What the task requires.
Look through the records that follow. Copy every line containing the word "writeSamplesFile".
· · · · ·
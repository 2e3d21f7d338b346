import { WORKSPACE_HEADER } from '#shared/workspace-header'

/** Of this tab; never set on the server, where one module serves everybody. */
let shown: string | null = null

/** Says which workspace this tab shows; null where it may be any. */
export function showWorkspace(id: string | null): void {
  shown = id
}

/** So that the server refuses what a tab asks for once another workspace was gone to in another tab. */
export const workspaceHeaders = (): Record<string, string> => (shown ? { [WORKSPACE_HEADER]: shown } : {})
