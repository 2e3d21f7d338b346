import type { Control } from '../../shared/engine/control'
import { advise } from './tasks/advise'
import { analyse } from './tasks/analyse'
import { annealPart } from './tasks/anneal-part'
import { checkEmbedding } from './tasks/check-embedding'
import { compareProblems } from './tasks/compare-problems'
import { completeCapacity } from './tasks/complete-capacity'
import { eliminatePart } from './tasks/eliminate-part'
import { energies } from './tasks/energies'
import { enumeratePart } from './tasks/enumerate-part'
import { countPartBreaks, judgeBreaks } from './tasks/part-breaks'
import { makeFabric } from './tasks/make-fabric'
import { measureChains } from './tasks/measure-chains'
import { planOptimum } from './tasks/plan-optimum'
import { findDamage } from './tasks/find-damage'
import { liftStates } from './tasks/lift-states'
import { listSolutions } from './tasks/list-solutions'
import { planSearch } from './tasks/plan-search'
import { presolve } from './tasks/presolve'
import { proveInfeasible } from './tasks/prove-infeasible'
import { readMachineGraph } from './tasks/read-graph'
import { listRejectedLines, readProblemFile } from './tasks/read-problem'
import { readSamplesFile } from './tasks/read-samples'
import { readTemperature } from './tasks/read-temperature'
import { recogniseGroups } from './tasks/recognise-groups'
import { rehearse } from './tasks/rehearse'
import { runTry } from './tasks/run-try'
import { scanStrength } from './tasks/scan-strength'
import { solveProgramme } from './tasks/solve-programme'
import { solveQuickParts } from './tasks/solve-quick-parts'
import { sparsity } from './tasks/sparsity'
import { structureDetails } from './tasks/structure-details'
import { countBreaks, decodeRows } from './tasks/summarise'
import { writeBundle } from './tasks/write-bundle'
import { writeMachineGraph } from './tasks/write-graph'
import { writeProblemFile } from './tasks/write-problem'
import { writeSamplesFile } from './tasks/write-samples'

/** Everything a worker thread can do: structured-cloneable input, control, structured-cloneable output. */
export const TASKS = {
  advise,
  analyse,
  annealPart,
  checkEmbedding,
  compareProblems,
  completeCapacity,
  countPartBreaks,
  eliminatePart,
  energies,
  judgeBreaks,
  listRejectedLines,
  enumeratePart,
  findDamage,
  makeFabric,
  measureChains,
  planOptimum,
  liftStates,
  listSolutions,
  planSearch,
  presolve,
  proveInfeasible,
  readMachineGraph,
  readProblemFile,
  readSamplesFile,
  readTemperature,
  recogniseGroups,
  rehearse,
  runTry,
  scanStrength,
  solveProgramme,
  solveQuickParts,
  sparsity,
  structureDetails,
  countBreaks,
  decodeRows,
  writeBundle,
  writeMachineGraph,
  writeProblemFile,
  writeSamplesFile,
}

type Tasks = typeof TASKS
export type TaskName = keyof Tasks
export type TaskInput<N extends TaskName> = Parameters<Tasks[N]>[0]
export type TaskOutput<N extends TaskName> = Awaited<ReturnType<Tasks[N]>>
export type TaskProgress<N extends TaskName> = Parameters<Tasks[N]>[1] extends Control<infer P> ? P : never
· · · · ·
Task solution.
import { writeSamplesFile } from './tasks/write-samples'
  writeSamplesFile,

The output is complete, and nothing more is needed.